"""

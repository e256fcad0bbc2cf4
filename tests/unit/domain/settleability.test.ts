import { describe, expect, it } from 'vitest';
import { DomainValidationError } from '../../../shared/domain/errors.js';
import { settleabilityIndex, settleabilityIssues } from '../../../shared/domain/settleability.js';

function thrown(fn: () => unknown): DomainValidationError {
  try {
    fn();
  } catch (e) {
    if (e instanceof DomainValidationError) return e;
    throw e;
  }
  throw new Error('expected a DomainValidationError');
}

describe('settleability tests', () => {
  it('SVI = settled volume / MLSS (Standard Methods 2710 D): 240 mL/L at 3.0 g/L → 80 mL/g', () => {
    expect(settleabilityIndex({ settledVolume_mLL: 240, mlss_gL: 3 }).value).toEqual({ svi_mLg: 80, kind: 'SVI' });
  });

  it('250 mL/L rule: above it an undiluted test must be diluted and repeated (Standard Methods 2710 D; Jenkins et al. 1993)', () => {
    expect(settleabilityIndex({ settledVolume_mLL: 250, mlss_gL: 2.5 }).value!.svi_mLg).toBe(100);
    const e = thrown(() => settleabilityIndex({ settledVolume_mLL: 251, mlss_gL: 2.5 }));
    expect(e.field).toBe('settledVolume_mLL');
    expect(e.message).toContain('dilute and repeat');
  });

  it('DSVI = diluted settled volume × dilution factor / undiluted MLSS (Jenkins et al. 1993): 200 mL/L at 1:2, 4 g/L → 100 mL/g', () => {
    expect(settleabilityIndex({ settledVolume_mLL: 200, mlss_gL: 4, dilutionFactor: 2 }).value).toEqual({ svi_mLg: 100, kind: 'DSVI' });
    expect(settleabilityIndex({ settledVolume_mLL: 200, mlss_gL: 4, dilutionFactor: 1, kind: 'DSVI' }).value!.svi_mLg).toBe(50);
    const over = thrown(() => settleabilityIndex({ settledVolume_mLL: 300, mlss_gL: 4, dilutionFactor: 2 }));
    expect(over.message).toContain('dilute and repeat');
    // our chosen lower bound for a diluted test: 150 mL/L ([M] Jenkins et al. 1993 band)
    const under = thrown(() => settleabilityIndex({ settledVolume_mLL: 140, mlss_gL: 4, dilutionFactor: 4 }));
    expect(under.field).toBe('settledVolume_mLL');
    expect(under.message).toMatch(/over-diluted/);
    expect(settleabilityIndex({ settledVolume_mLL: 150, mlss_gL: 4, dilutionFactor: 4 }).value!.svi_mLg).toBe(150);
    expect(thrown(() => settleabilityIndex({ settledVolume_mLL: 200, mlss_gL: 4, dilutionFactor: 2, kind: 'SVI' })).field).toBe('dilutionFactor');
  });

  it('SSVI3.5 is its own kind (White 1975), estimated away from 3.5 g/L, no dilution', () => {
    expect(settleabilityIndex({ settledVolume_mLL: 280, mlss_gL: 3.5, kind: 'SSVI' })).toMatchObject({ value: { svi_mLg: 80, kind: 'SSVI' }, quality: 'good' });
    expect(settleabilityIndex({ settledVolume_mLL: 200, mlss_gL: 2.5, kind: 'SSVI' }).quality).toBe('estimated');
    expect(thrown(() => settleabilityIndex({ settledVolume_mLL: 200, mlss_gL: 3.5, kind: 'SSVI', dilutionFactor: 2 })).field).toBe('dilutionFactor');
  });

  it('range problems are reported per field', () => {
    expect(settleabilityIssues({ settledVolume_mLL: 0, mlss_gL: 3 }).map((i) => i.field)).toEqual(['settledVolume_mLL']);
    expect(settleabilityIssues({ settledVolume_mLL: 100, mlss_gL: 0 }).map((i) => i.field)).toEqual(['mlss_gL']);
    expect(settleabilityIssues({ settledVolume_mLL: 100, mlss_gL: 3, dilutionFactor: 0.5 }).map((i) => i.field)).toEqual(['dilutionFactor']);
  });
});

"""

> About this task
All lines from the one that contains "kind: 'SSVI', dilutionFactor: 2" to the last line above must be given again exactly, with both included and nothing added.

> Task output
    expect(thrown(() => settleabilityIndex({ settledVolume_mLL: 200, mlss_gL: 3.5, kind: 'SSVI', dilutionFactor: 2 })).field).toBe('dilutionFactor');
  });

  it('range problems are reported per field', () => {
    expect(settleabilityIssues({ settledVolume_mLL: 0, mlss_gL: 3 }).map((i) => i.field)).toEqual(['settledVolume_mLL']);
    expect(settleabilityIssues({ settledVolume_mLL: 100, mlss_gL: 0 }).map((i) => i.field)).toEqual(['mlss_gL']);
    expect(settleabilityIssues({ settledVolume_mLL: 100, mlss_gL: 3, dilutionFactor: 0.5 }).map((i) => i.field)).toEqual(['dilutionFactor']);
  });
});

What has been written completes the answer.